The company continues to expand global production capacity to support business development, and expects revenue growth of 10% + in 24 years. In terms of laboratory services, the Ningbo Third Park is expected to be put into operation in 2024 to enhance experimental animal capabilities in safety assessment, pharmacology, etc.; construction of the Xi'an Park and Beijing Second Park continues. On the CMC side, the second phase of the Shaoxing plant plans to build a multi-functional production workshop for oligonucleotides and peptides, and to lay out a pharmaceutical factory in Singapore to improve global pharmaceutical CDMO service capabilities. In terms of macromolecules and CGT, the California Vivo Toxicology Research Center is expected to be put into operation in 2024 to support toxicological research of CGT products; expand the CGT CDMO laboratory and factory in Liverpool; and the Ningbo macromolecular drug development and production platform is expected to be partially put into operation in 2024 to begin undertaking macromolecular GMP production projects. Currently, global biomedical investment and financing continues to recover, and downstream customers have shown a recovery trend in demand. The company expects revenue growth of more than 10% in 2024.
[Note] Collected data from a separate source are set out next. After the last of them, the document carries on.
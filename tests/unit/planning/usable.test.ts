import { describe, expect, it } from "vitest";
import { leftOutLine, whyUnusable } from "@/lib/planning/usable";

const rib = {
  size: [300, 200, 100] as [number, number, number],
  rotate: "any" as const,
  gradeCode: "EPS-II",
  quantity: 4,
};
const block = (size: [number, number, number], isOffcut = false, gradeCode = "EPS-II") => ({
  code: isOffcut ? "HF-1003.4" : "HF-1003",
  size,
  gradeCode,
  isOffcut,
});

describe("whether a block can hold any part", () => {
  it("keeps a block some part fits in after trim, turned as the part may be", () => {
    expect(whyUnusable(block([2000, 1000, 500]), [rib], 6)).toBeNull();
    // A 120 mm slab keeps 108 mm after trim: the rib lies flat in it; stood up (150 mm, no turning) it does not fit.
    expect(whyUnusable(block([2000, 1000, 120]), [rib], 6)).toBeNull();
    expect(whyUnusable(block([2000, 1000, 120]), [{ ...rib, rotate: "none" as const, size: [300, 200, 150] }], 6)).toBe(
      "too small for any part after trim (2000 × 1000 × 120 mm)",
    );
  });

  it("leaves out slivers, with the reason in the shop's words", () => {
    expect(whyUnusable(block([1200, 600, 18], true), [rib], 6)).toBe("too small for any part (1200 × 600 × 18 mm)");
    expect(whyUnusable(block([2440, 1220, 10]), [rib], 6)).toBe(
      "the 6 mm face trim leaves no usable material (2440 × 1220 × 10 mm)",
    );
    // An offcut is already square: no trim, so 100 mm is enough for the rib on its flat.
    expect(whyUnusable(block([400, 300, 100], true), [rib], 6)).toBeNull();
    expect(whyUnusable(block([400, 300, 100]), [rib], 6)).toBe(
      "too small for any part after trim (400 × 300 × 100 mm)",
    );
  });

  it("counts only parts still owed, of its grade", () => {
    expect(whyUnusable(block([2000, 1000, 500], false, "XPS-250"), [rib], 6)).toBe(
      "no part still owed is of its grade (XPS-250)",
    );
    expect(whyUnusable(block([2000, 1000, 500], false, "XPS-250"), [{ ...rib, gradeCode: null }], 6)).toBeNull();
    expect(whyUnusable(block([1200, 600, 18], true), [{ ...rib, quantity: 0 }], 6)).toBeNull();
  });

  it("names the block by its code", () => {
    expect(leftOutLine({ code: "HF-1003.4", reason: "too small for any part after trim" })).toBe(
      "HF-1003.4 left out: too small for any part after trim",
    );
  });
});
Investment advice: Kanglong Chemical will build a full-process, integrated and international CXO service platform. Enriching the project pipeline will drive continuous business growth. We expect the company to achieve operating income of 127.05/146.13/16.77 billion yuan in 2024-2026, up 10.1%/15.0%/14.8% year-on-year respectively, and net profit to mother of 16.53/19.67/23.13 billion yuan, corresponding PE 22/19/16 times, maintaining the “recommended” rating.

Risk warning: risk of declining demand, risk of policy change, risk of increased competition, risk of overseas regulation, exchange rate risk, etc.

The translation is provided by third-party software.